• ACTIVITY
Output exactly the lines that run from the top of the entries to the line holding "test('sphere: 4/3 π", including both of those lines.

+++ DATASET CONTENT

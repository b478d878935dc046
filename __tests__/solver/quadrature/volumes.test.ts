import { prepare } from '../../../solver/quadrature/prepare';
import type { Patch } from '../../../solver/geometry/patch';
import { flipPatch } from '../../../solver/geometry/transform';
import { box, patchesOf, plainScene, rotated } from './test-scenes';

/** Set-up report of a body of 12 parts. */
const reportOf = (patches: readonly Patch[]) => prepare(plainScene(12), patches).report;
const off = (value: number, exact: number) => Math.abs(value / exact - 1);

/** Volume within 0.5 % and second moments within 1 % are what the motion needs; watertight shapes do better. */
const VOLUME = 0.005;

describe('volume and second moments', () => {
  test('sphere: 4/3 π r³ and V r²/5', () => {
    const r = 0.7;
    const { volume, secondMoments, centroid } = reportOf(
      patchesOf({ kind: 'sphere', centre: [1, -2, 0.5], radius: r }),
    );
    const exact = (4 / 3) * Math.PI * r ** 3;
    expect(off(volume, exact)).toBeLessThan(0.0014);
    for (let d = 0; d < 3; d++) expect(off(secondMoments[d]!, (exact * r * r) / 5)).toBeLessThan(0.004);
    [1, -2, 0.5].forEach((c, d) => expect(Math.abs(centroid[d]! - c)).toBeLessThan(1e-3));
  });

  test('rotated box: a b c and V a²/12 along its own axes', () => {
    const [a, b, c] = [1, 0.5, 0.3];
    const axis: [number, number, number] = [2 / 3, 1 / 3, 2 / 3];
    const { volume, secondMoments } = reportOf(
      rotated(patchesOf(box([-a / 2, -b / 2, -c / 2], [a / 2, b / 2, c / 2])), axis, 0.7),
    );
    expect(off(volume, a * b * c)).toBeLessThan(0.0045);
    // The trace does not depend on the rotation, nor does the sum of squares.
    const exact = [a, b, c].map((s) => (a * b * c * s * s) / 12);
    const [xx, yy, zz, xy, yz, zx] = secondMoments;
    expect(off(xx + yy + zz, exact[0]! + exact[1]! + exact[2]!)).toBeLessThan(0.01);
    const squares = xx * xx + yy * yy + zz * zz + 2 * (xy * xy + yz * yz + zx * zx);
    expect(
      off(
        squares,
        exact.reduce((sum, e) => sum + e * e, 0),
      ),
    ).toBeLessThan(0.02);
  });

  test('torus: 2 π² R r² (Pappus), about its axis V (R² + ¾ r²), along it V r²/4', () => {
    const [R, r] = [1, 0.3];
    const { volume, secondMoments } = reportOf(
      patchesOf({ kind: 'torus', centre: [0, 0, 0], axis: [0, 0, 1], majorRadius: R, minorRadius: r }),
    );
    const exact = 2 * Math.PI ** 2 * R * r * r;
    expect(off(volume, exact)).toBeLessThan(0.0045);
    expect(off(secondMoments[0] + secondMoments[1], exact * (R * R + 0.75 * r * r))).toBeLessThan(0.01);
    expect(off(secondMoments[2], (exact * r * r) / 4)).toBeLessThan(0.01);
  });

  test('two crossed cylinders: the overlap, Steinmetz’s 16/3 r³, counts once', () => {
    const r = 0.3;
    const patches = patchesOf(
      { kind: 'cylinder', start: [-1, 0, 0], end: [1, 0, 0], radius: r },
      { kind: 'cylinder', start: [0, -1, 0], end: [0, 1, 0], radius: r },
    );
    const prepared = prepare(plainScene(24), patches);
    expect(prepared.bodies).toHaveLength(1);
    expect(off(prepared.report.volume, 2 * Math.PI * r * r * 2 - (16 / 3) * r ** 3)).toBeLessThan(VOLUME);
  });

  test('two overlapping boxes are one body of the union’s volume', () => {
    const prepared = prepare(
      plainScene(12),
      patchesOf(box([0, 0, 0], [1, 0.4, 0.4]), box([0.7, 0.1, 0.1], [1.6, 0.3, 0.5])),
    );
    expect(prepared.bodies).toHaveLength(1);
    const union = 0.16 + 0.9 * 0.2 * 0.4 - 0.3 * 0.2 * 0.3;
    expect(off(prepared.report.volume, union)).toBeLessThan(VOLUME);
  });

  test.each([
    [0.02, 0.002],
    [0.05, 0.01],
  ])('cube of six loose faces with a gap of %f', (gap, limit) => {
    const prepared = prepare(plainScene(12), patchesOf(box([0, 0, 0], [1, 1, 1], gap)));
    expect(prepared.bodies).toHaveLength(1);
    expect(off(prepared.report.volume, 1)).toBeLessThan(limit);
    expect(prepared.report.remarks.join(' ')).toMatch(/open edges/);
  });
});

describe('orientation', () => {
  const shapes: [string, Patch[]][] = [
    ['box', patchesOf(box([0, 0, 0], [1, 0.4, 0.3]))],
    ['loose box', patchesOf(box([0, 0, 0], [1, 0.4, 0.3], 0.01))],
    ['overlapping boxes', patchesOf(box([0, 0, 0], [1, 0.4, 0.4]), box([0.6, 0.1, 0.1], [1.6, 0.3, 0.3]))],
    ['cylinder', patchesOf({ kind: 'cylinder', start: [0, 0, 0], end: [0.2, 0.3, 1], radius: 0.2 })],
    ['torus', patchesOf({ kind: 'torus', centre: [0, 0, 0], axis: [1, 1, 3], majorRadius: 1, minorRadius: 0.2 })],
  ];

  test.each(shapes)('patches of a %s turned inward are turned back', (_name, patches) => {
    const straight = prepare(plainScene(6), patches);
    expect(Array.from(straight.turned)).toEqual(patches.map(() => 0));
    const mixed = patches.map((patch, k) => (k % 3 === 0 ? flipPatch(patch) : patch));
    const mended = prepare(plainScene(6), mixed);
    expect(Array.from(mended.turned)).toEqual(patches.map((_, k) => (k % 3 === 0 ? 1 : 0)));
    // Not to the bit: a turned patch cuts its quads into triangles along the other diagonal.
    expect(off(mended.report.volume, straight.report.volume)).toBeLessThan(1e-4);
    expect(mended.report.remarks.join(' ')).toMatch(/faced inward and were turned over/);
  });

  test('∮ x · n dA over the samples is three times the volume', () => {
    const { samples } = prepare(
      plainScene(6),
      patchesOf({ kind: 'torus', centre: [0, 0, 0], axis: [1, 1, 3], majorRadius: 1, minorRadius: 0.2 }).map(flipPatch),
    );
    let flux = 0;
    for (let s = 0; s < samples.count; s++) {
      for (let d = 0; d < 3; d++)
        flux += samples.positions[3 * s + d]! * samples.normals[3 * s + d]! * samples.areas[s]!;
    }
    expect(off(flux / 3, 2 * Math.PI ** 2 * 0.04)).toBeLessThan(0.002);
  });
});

++++++

• RESPONSE TO THIS TASK
repository b478d878935dc046
filename __tests__/solver/quadrature/volumes.test.ts
import { prepare } from '../../../solver/quadrature/prepare';
import type { Patch } from '../../../solver/geometry/patch';
import { flipPatch } from '../../../solver/geometry/transform';
import { box, patchesOf, plainScene, rotated } from './test-scenes';

/** Set-up report of a body of 12 parts. */
const reportOf = (patches: readonly Patch[]) => prepare(plainScene(12), patches).report;
const off = (value: number, exact: number) => Math.abs(value / exact - 1);

/** Volume within 0.5 % and second moments within 1 % are what the motion needs; watertight shapes do better. */
const VOLUME = 0.005;

describe('volume and second moments', () => {
  test('sphere: 4/3 π r³ and V r²/5', () => {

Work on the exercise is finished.